Build a prototype as soon as possible

if you do start programming, try reaching the state of a working prototype as soon as possible. This way, you’ll notice errors in your concept way earlier, stumble open flaws in your design and you will speed up your overall developing speed.
Choose portability over efficiency

The more independent your code is from environmental-specific changes, the more robust it will be. If you set e.g. set low timeouts, the job may unnecessarily fail when running on high-load nodes.
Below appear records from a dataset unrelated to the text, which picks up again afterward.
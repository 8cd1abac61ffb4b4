/**
 * Tidegauge on a three-node MariaDB Galera cluster behind HAProxy, with two server instances
 * reaching it through different nodes (tests/helpers/cluster.ts), under faults:
 * the schema and the demo seed on the cluster; sessions across instances; concurrent loads of
 * one series through both instances; a node killed with SIGKILL in the middle of a large load,
 * then rejoining, after which all three nodes must hold the same checksum for every vintage.
 */
import fs from 'node:fs';
import path from 'node:path';
import { afterAll, beforeAll, describe, expect, it } from 'vitest';
import { CLUSTER_DB, collisions, startTestCluster, vintagesOn, type Instance, type TestCluster } from '../helpers/cluster.js';
import { bigSdmxLoad, insertMonthlySeries, readNdjson } from '../helpers/loads.js';
import { waitFor } from '../helpers/ports.js';

const root = path.resolve(import.meta.dirname, '..', '..');
let c: TestCluster;
let app1: Instance;
let app2: Instance;
let cookie: string;

beforeAll(async () => {
  c = await startTestCluster();
  [app1, app2] = c.apps;
  console.log(`cluster test set-up (ms): ${JSON.stringify(c.timings)}`);
  cookie = await signIn(app1, 'steward@demo.test');
}, 400_000);

afterAll(async () => {
  await c?.stop();
}, 120_000);

async function signIn(app: Instance, email: string) {
  const res = await fetch(`${app.base}/api/v1/auth/sign-in`, { method: 'POST', headers: { 'Content-Type': 'application/json' }, body: JSON.stringify({ email, password: 'tidegauge-demo' }) });
  expect(res.status).toBe(200);
  return res.headers.get('set-cookie')!.split(';')[0];
}
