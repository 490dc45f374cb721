import { after } from "next/server";
import { requirePermission } from "@/lib/auth/session";
import { env, isProduction } from "@/lib/env";
import { handle } from "@/lib/http/handle";
import { wroteCookieHeader } from "@/lib/http/read-own-writes";
import { assertOwnOrigin, readUpload } from "@/lib/http/upload";
import { dryRun, getImport, recentImports, startImport } from "@/lib/imports/imports";
import { IMPORT_MAX_BYTES } from "@/lib/imports/kinds";
import { importUploadFields } from "@/lib/validation/imports";
import { parseWith } from "@/lib/validation/parse";

export const runtime = "nodejs";

/** Multipart upload: `file` (CSV), `target` (catalogue | review_queue), `mappingId` (optional); the dry run follows. */
export const POST = handle(async (request) => {
  assertOwnOrigin(request);
  const user = await requirePermission("imports:review-queue");
  const { file, form } = await readUpload(request, IMPORT_MAX_BYTES);
  const fields = parseWith(importUploadFields, {
    target: form.get("target") ?? undefined,
    mappingId: form.get("mappingId") || undefined,
  });
  const id = await startImport(user, file, fields);
  after(() => dryRun(id));
  // This upload bypasses the proxy, so it says itself that the browser has just written (read replicas).
  const wrote = wroteCookieHeader(env.DATABASE_READ_URLS.length, isProduction);
  return Response.json(await getImport(user, id), { status: 202, headers: wrote ? { "Set-Cookie": wrote } : {} });
});

export const GET = handle(async () => {
  const user = await requirePermission("imports:review-queue");
  return Response.json({ imports: await recentImports(user) });
});
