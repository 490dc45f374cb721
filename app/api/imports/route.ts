import { after } from "next/server";
import { requirePermission } from "@/lib/auth/session";
import { hasPermission } from "@/lib/auth/roles";
import { AppError } from "@/lib/errors";
import { handle } from "@/lib/http/handle";
import { isOwnOrigin } from "@/lib/http/origin";
import { createImport, dryRun, getImport, listImports } from "@/lib/imports/imports";
import { IMPORT_MAX_BYTES } from "@/lib/imports/kinds";
import { importUploadFields } from "@/lib/validation/imports";
import { parseWith } from "@/lib/validation/parse";

export const runtime = "nodejs";

/**
 * Multipart upload: `file` (CSV), `target` (catalogue | review_queue), `mappingId` (optional). The dry run starts at
 * once.
 */
export const POST = handle(async (request) => {
  // This route bypasses the request proxy (so that its large body is not buffered there): the CSRF check is here.
  if (!isOwnOrigin(request.headers, new URL(request.url), process.env.APP_URL)) {
    throw new AppError(
      "forbidden_origin",
      "This request did not come from an Understudy page. Send an Origin header matching this site.",
    );
  }
  const user = await requirePermission("imports:review-queue");
  if (Number(request.headers.get("content-length") ?? 0) > IMPORT_MAX_BYTES + 1024 * 1024) {
    throw new AppError("validation_failed", `The file is larger than ${IMPORT_MAX_BYTES / 1024 / 1024} MB.`, {
      field: "file",
    });
  }
  let form: FormData;
  try {
    form = await request.formData();
  } catch {
    throw new AppError("validation_failed", "Send the file as multipart/form-data, in a field named file.", {
      field: "file",
    });
  }
  const file = form.get("file");
  if (!(file instanceof File))
    throw new AppError("validation_failed", "Choose a CSV file to import.", { field: "file" });
  const fields = parseWith(importUploadFields, {
    target: form.get("target") ?? undefined,
    mappingId: form.get("mappingId") || undefined,
  });
  const target = fields.target ?? (hasPermission(user.role, "imports:commit") ? "catalogue" : "review_queue");
  const created = await createImport(
    user,
    { name: file.name, bytes: new Uint8Array(await file.arrayBuffer()) },
    target,
    fields.mappingId,
  );
  after(() => dryRun(created.id));
  return Response.json(await getImport(user, created.id), { status: 202 });
});

export const GET = handle(async () => {
  const user = await requirePermission("imports:review-queue");
  return Response.json({ imports: await listImports(user) });
});
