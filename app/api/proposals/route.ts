import { requirePermission } from "@/lib/auth/session";
import { createProposal } from "@/lib/proposals/proposals";
import { proposalsOf, reviewQueue } from "@/lib/proposals/views";
import { handle, readJson } from "@/lib/http/handle";
import { queryOf } from "@/lib/http/query";
import { parseWith } from "@/lib/validation/parse";
import { proposalInput, proposalsQuery } from "@/lib/validation/proposals";

export const runtime = "nodejs";

export const POST = handle(async (request) => {
  const user = await requirePermission("proposals:create");
  const input = parseWith(proposalInput, await readJson(request));
  const result = await createProposal(user, input);
  return Response.json(result, { status: result.outcome === "submitted" ? 201 : 200 });
});

/** `?mine=1`: the signed-in member's own proposals. Without it: the review queue, for reviewers. */
export const GET = handle(async (request) => {
  const query = parseWith(proposalsQuery, queryOf(request));
  if (query.mine) {
    const user = await requirePermission("proposals:create");
    return Response.json({ proposals: await proposalsOf(user.id) });
  }
  await requirePermission("proposals:review");
  const { rows, total } = await reviewQueue({
    status: query.status,
    category: query.category,
    makerId: query.maker,
    q: query.q || undefined,
    limit: query.limit,
    offset: query.offset,
  });
  return Response.json({ proposals: rows, total });
});
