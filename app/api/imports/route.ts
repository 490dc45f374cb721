import { after } from "next/server";
import { requirePermission } from "@/lib/auth/session";
import { cookies } from "next/headers";
import { env } from "@/lib/env";
import { handle } from "@/lib/http/handle";
import { WROTE_COOKIE, WROTE_COOKIE_ATTRIBUTES } from "@/lib/http/read-own-writes";
import { assertOwnOrigin, readUpload } from "@/lib/http/upload";
import { dryRun, getImport, recentImports, startImport } from "@/lib/imports/imports";
import { IMPORT_MAX_BYTES } from "@/lib/imports/kinds";
import { importUploadFields } from "@/lib/validation/imports";
import { parseWith } from "@/lib/validation/parse";

export const runtime = "nodejs";

/** Multipart upload: `file` (CSV), `target` (catalogue | review_queue), `mappingId` (optional); the dry run follows. */
export const POST = handle(async (request) => {
  assertOwnOrigin(request);
  const user = await requirePermission("imports:review-queue");
  const { file, form } = await readUpload(request, IMPORT_MAX_BYTES);
  const fields = parseWith(importUploadFields, {
    target: form.get("target") ?? undefined,
    mappingId: form.get("mappingId") || undefined,
  });
  const id = await startImport(user, file, fields);
  after(() => dryRun(id));
  // This upload bypasses the proxy, so it says itself that the browser has just written (read replicas).
  if (env.DATABASE_READ_URLS.length > 0) (await cookies()).set(WROTE_COOKIE, "1", WROTE_COOKIE_ATTRIBUTES);
  return Response.json(await getImport(user, id), { status: 202 });
});

export const GET = handle(async () => {
  const user = await requirePermission("imports:review-queue");
  return Response.json({ imports: await recentImports(user) });
});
Out of experience we would recommend to adhere to the following principles also:

design your applications with restartability in mind

There are multiple reasons why a job might fail, including only temporary failures (imagine a website you crawl being in maintenance). You can safe yourself a lot of hassle if the job itself knows about its state and can simply be restarted without being worried about data-loss or crashing dependencies.
create Data-Structures that are idempotent on multiple loads

you may find yourself in the position where you do not know whether a certain job has processed a particular set of data or not. It is elegant to just be able to enqueue that particular job that either only updates the data if changes are detected or simply updates already present documents. That way you do not have to worry about overwriting critical output.
implement continuity-checks if data is continuous

even if your jobs always run to perfection, some of your clients may not. If you have a continuous data stream (e.g. a daily reporting via excel) always check that data for completeness. It is easier to let a job fail if expected data is not present than to try to retrospectively fix a processing-chain.
robustness before neatness

python offers some really nice features for writing clean and easy-to-understand code. An experienced programmer might feel tempted to implement the fastest, most efficient way for doing some kind of task. However, speed alone should not always be the sole goal of software-design. Keep in mind that many more people might be reliant on working on and understanding your code, this even includes your future self.
work silently, fail noisily

if your job runs without error, there is no need to log. If however an error occurs, expect to need as much information as possible to fix it. core4 enables you to do this by only logging DEBUG-messages in case of an error, but still, you are the one that has to implement these messages.
build modular and reusable classes and functions

there always will be multiple parts of a program that can be reused somewhere else. Rather than duplicating that code on every place it is needed, simply uncouple the part that is often reused. Not only will your code look more clean, you also do save yourself a lot of time if you need to enhance or fix that particular part of code.
choose meaningful function-/class-/variable-names

choosing simple, yet descriptive names will greatly help you maintain or extend your code.